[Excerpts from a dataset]
-------
// variantSource is the layer of a demo variant, selected as build selects
// the demo's.
func variantSource(sp *config.Spec, name string) (*source, error) {
	var g *tomo.Grid
	for _, v := range tomo.DemoVariants() {
		if v.Source.Path == name {
			g = v
		}
	}
	if g == nil {
		return nil, fmt.Errorf("cmbflux: internal error: demo variant %q missing", name)
	}
	lo := tomo.LayerOptions{Units: unitOptions(sp)}
	switch {
	case sp.HasRange:
		lo.Top, lo.Bottom = sp.DepthMin, sp.DepthMax
	case sp.HasDepth:
		lo.Depth = sp.Depth
	}
	l, err := tomo.SelectLayer(g, lo)
	if err != nil {
		return nil, withFlagHints(wrapInput(name, err))
	}
	return &source{layer: l, safe: tomo.SafeDegree(l), name: "demo-" + name, sha256: g.Source.SHA256, format: g.Source.Format}, nil
}

// patterns returns a function making the pattern of frame i with its
// sequence position, and the sequence's own warnings. The frames are made
// one at a time (flux.SpinSequence or flux.BlendSequence at one time each),
// so that a long sequence holds one frame's search grids at a time.
func (r *sequenceRun) patterns(c *cache, src *source, base *pattern) (func(i int) (*pattern, error), []string, error) {
	sp := r.sp
	build := func(q *flux.Pattern) (*flux.Result, error) {
		f, err := amplitude(sp, &pattern{flux: q, mean: base.mean})
		if err != nil {
			return nil, err
		}
		if f.res == nil { // --quantity dvs: no flux, the pattern only
			return &flux.Result{Pattern: q}, nil
		}
		return f.res, nil
	}
	var err error
	var warns []string
	if r.blendTo == "" {
		pole := [2]float64{r.spin.PoleLon, r.spin.PoleLat}
		frame := func(i int) (*pattern, error) {
			frames, err := flux.SpinSequence(base.flux, r.spin, r.times[i:i+1], build)
			if err != nil {
				return nil, seqError(err)
			}
			fr := frames[0]
			a := r.spin.Rate * fr.Time
			return &pattern{flux: fr.Result.Pattern, mean: base.mean, notes: base.notes,
				frame: &sequenceFrame{Index: i, Time: fr.Time, RotationDeg: &a, PoleLonLat: &pole}}, nil
		}
		if r.spin.Rate == 0 {
			warns = append(warns, "static sequence: --spin-rate 0 gives the same boundary condition at every time")
		}
		if len(r.times) > 1 {
			step := 0.0
			for i := 1; i < len(r.times); i++ {
				step = math.Max(step, math.Abs(r.spin.Rate*(r.times[i]-r.times[i-1])))
			}
			// A degree-l harmonic has a half-wavelength of 180/l degrees
			// (common practice); a larger step between samples moves the
			// finest structure farther than its own size.
			if half := 180 / float64(sp.LMax); step > half {
				warns = append(warns, fmt.Sprintf("coarse time sampling: the pattern turns up to %.4g degrees between samples, more than %.4g degrees, the half-wavelength of degree %d: a code interpolating between the frames blurs or aliases the structure instead of turning it; sample more times", step, half, sp.LMax))
			}
		}
		return frame, warns, nil
	}
	for _, t := range r.times {
		// As flux.BlendSequence checks, before anything is built.
		if w := (t - r.t0) / (r.t1 - r.t0); w < -1e-12 || w > 1+1e-12 {
			return nil, nil, usagef("sequence", "--times: time %g lies outside the blend span [%g, %g] (--blend-span, default the first to the last time); a blend does not extrapolate", t, r.t0, r.t1)
		}
	}
	bsp, err := r.blendSpec()
	if err != nil {
		return nil, nil, err
	}
	var bsrc *source
	if strings.HasPrefix(bsp.Input, "demo-") && !bsp.Demo && bsp.Pattern == nil && isVariant(bsp.Input) {
		bsrc, err = variantSource(bsp, strings.TrimPrefix(bsp.Input, "demo-"))
		bsp.Input = "\x00demo variant " + bsp.Input // a cache key no file name can take
	} else {
		bsrc, err = c.source(bsp)
	}
	if err != nil {
		return nil, nil, fmt.Errorf("--blend-to: %w", err)
	}
	bpt, err := c.pattern(bsp, bsrc)
	if err != nil {
		return nil, nil, fmt.Errorf("--blend-to: %w", err)
	}
	notes := append([]string(nil), base.notes...)
	for _, n := range bpt.notes {
		notes = append(notes, bsrc.name+": "+n)
	}
	for _, lw := range bsrc.layer.Warnings {
		warns = append(warns, "input: "+bsrc.name+": "+flagHint(lw))
	}
	frame := func(i int) (*pattern, error) {
		frames, err := flux.BlendSequence(base.flux, bpt.flux, r.t0, r.t1, r.times[i:i+1], build)
		if err != nil {
			return nil, seqError(err)
		}
		fr := frames[0]
		w := (fr.Time - r.t0) / (r.t1 - r.t0)
		return &pattern{flux: fr.Result.Pattern, mean: (1-w)*base.mean + w*bpt.mean, notes: notes,
			frame: &sequenceFrame{Index: i, Time: fr.Time, BlendWeight: &w, BlendTo: bsrc.name}}, nil
	}
	return frame, warns, nil
}

func isVariant(input string) bool {
	for _, n := range tomo.DemoVariantNames {
		if input == "demo-"+n {
			return true
		}
	}
	return false
}

// seqError makes the flux package's setting errors (a time outside the
// blend span) usage errors.
func seqError(err error) error {
	if err == nil || errors.Is(err, config.ErrBadConfig) || !errors.Is(err, flux.ErrSetting) {
		return err // a build setting's error names its flag already
	}
	return usagef("sequence", "--times: %v", strings.TrimPrefix(err.Error(), flux.ErrSetting.Error()+": "))
}

// write builds every frame into a staged DIR and commits it.
func (r *sequenceRun) write(ctx context.Context, force bool) ([]seqRow, []string, error) {
	sp := r.sp
	c := newCache()
	src, err := c.source(sp)
	if err != nil {
		return nil, nil, err
	}
	base, err := c.pattern(sp, src)
	if err != nil {
		return nil, nil, err
	}
	frame, warns, err := r.patterns(c, src, base)
	if err != nil {
		return nil, nil, err
	}
	if err := checkForce(sp.Out, force); err != nil {
		return nil, nil, err
	}
	st, err := outdir.New(sp.Out, force)
	if err != nil {
		return nil, nil, err
	}
	defer st.Abort()
	rows := make([]seqRow, len(r.times))
	classes := map[string][]string{} // warning class -> texts, in frame order
	var order []string
	var files []string
	for i := range r.times {
		if err := ctx.Err(); err != nil {
			return nil, nil, err
		}
		pt, err := frame(i)
		if err != nil {
			return nil, nil, err
		}
		name := frameName(i, r.times[i])
		inner, err := outdir.New(st.Path(name), false)
		if err != nil {
			return nil, nil, err
		}
		what := fmt.Sprintf("%s (frame %d, time %g)", r.command, i, r.times[i])
		s, err := produceFrom(ctx, sp, r.set, inner, what, src, pt)
		if err != nil {
			inner.Abort()
			return nil, nil, fmt.Errorf("frame %d (time %g): %w", i, r.times[i], err)
		}
		if err := inner.Commit(); err != nil {
			return nil, nil, err
		}
		for _, f := range s.Files {
			files = append(files, name+"/"+f)
		}
		for _, w := range s.Warnings {
			cl, _, _ := strings.Cut(w, ":")
			if _, ok := classes[cl]; !ok {
				order = append(order, cl)
			}
			classes[cl] = append(classes[cl], w)
		}
		rows[i] = seqRow{frame: *pt.frame, folder: name, sum: s}
	}
	tsv := timesTSV(rows, r.blendTo != "")
	if err := st.WriteFile("times.tsv", tsv); err != nil {
		return nil, nil, err
	}
	man, err := r.manifest(st.Tmp, append(files, "times.tsv"), src, len(rows))
	if err != nil {
		return nil, nil, err
	}
	if err := st.WriteFile("manifest.yaml", man); err != nil {
		return nil, nil, err
	}
	if err := ctx.Err(); err != nil {
		return nil, nil, err
	}
	if err := st.Commit(); err != nil {
		return nil, nil, err
	}
	// Each class of warning once: the first frame's text, and how many
	// frames had it when not all did the same.
	for _, cl := range order {
		ws := classes[cl]
		w := ws[0]
		if len(ws) < len(rows) {
			w += fmt.Sprintf(" (in %d of %d frames; see their summary.json)", len(ws), len(rows))
		} else if !allSame(ws) {
			w += fmt.Sprintf(" (at the first time; every frame warns alike, see their summary.json)")
		}
		warns = append(warns, w)
	}
	return rows, warns, nil
}

func allSame(ws []string) bool {
	for _, w := range ws {
		if w != ws[0] {
			return false
		}
	}
	return true
}

// timesTSV writes the index of the frames.
func timesTSV(rows []seqRow, blend bool) []byte {
	var b bytes.Buffer
	col := "rotation_deg"
	if blend {
		col = "blend_weight"
	}
	fmt.Fprintf(&b, "frame\ttime\t%s\tfolder\tqstar\tq_min_mw_m2\tq_max_mw_m2\tq_min_lon\tq_min_lat\n", col)
	for _, r := range rows {
		v := 0.0
		if r.frame.RotationDeg != nil {
			v = *r.frame.RotationDeg
		} else if r.frame.BlendWeight != nil {
			v = *r.frame.BlendWeight
		}
		s := r.sum
		qs, lon, lat := "", "", ""
		if s.QMean != nil {
			qs, lon, lat = fmtF(s.QStar), fmtF(s.QMinLonLat[0]), fmtF(s.QMinLonLat[1])
		}
		fmt.Fprintf(&b, "%d\t%s\t%s\t%s\t%s\t%s\t%s\t%s\t%s\n", r.frame.Index, fmtF(r.frame.Time), fmtF(round6(v)), r.folder,
			qs, fmtP(s.QMin), fmtP(s.QMax), lon, lat)
	}
	return b.Bytes()
}

// manifest lists every file of the sequence folder.
func (r *sequenceRun) manifest(dir string, names []string, src *source, n int) ([]byte, error) {
	params := map[string]string{}
	for k, v := range r.set {
		if k != "out" {
			params[k] = v.Raw
		}
	}
	params["times"] = strings.Join(func() []string {
		s := make([]string, len(r.times))
		for i, t := range r.times {
			s[i] = fmtF(t)
		}
		return s
	}(), ",")
	if r.blendTo == "" {
		params["spin-rate"] = fmtF(r.spin.Rate)
		params["pole"] = fmtF(r.spin.PoleLon) + ":" + fmtF(r.spin.PoleLat)
	} else {
		params["blend-to"] = r.blendTo
		params["blend-span"] = fmtF(r.t0) + ":" + fmtF(r.t1)
	}
	m := &export.Manifest{Version: version, Command: r.command, Params: params,
		Inputs:      []export.ManifestInput{{Name: src.name, SHA256: src.sha256, Format: src.format}},
		Diagnostics: map[string]any{"frames": n}}
	sort.Strings(names)
	for _, name := range names {
		if err := m.AddFile(dir, name); err != nil {
			return nil, err
		}
	}
	var b bytes.Buffer
	if err := m.Encode(&b); err != nil {
		return nil, err
	}
	return b.Bytes(), nil
}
-------
■ **Task to complete**: What is needed is a verbatim copy of every line in the records above from the one containing "var g *tomo.Grid" down to the one containing "samples moves the", both included, and nothing more.

■ **Exercise result**:
	var g *tomo.Grid
	for _, v := range tomo.DemoVariants() {
		if v.Source.Path == name {
			g = v
		}
	}
	if g == nil {
		return nil, fmt.Errorf("cmbflux: internal error: demo variant %q missing", name)
	}
	lo := tomo.LayerOptions{Units: unitOptions(sp)}
	switch {
	case sp.HasRange:
		lo.Top, lo.Bottom = sp.DepthMin, sp.DepthMax
	case sp.HasDepth:
		lo.Depth = sp.Depth
	}
	l, err := tomo.SelectLayer(g, lo)
	if err != nil {
		return nil, withFlagHints(wrapInput(name, err))
	}
	return &source{layer: l, safe: tomo.SafeDegree(l), name: "demo-" + name, sha256: g.Source.SHA256, format: g.Source.Format}, nil
}

// patterns returns a function making the pattern of frame i with its
// sequence position, and the sequence's own warnings. The frames are made
// one at a time (flux.SpinSequence or flux.BlendSequence at one time each),
// so that a long sequence holds one frame's search grids at a time.
func (r *sequenceRun) patterns(c *cache, src *source, base *pattern) (func(i int) (*pattern, error), []string, error) {
	sp := r.sp
	build := func(q *flux.Pattern) (*flux.Result, error) {
		f, err := amplitude(sp, &pattern{flux: q, mean: base.mean})
		if err != nil {
			return nil, err
		}
		if f.res == nil { // --quantity dvs: no flux, the pattern only
			return &flux.Result{Pattern: q}, nil
		}
		return f.res, nil
	}
	var err error
	var warns []string
	if r.blendTo == "" {
		pole := [2]float64{r.spin.PoleLon, r.spin.PoleLat}
		frame := func(i int) (*pattern, error) {
			frames, err := flux.SpinSequence(base.flux, r.spin, r.times[i:i+1], build)
			if err != nil {
				return nil, seqError(err)
			}
			fr := frames[0]
			a := r.spin.Rate * fr.Time
			return &pattern{flux: fr.Result.Pattern, mean: base.mean, notes: base.notes,
				frame: &sequenceFrame{Index: i, Time: fr.Time, RotationDeg: &a, PoleLonLat: &pole}}, nil
		}
		if r.spin.Rate == 0 {
			warns = append(warns, "static sequence: --spin-rate 0 gives the same boundary condition at every time")
		}
		if len(r.times) > 1 {
			step := 0.0
			for i := 1; i < len(r.times); i++ {
				step = math.Max(step, math.Abs(r.spin.Rate*(r.times[i]-r.times[i-1])))
			}
			// A degree-l harmonic has a half-wavelength of 180/l degrees
			// (common practice); a larger step between samples moves the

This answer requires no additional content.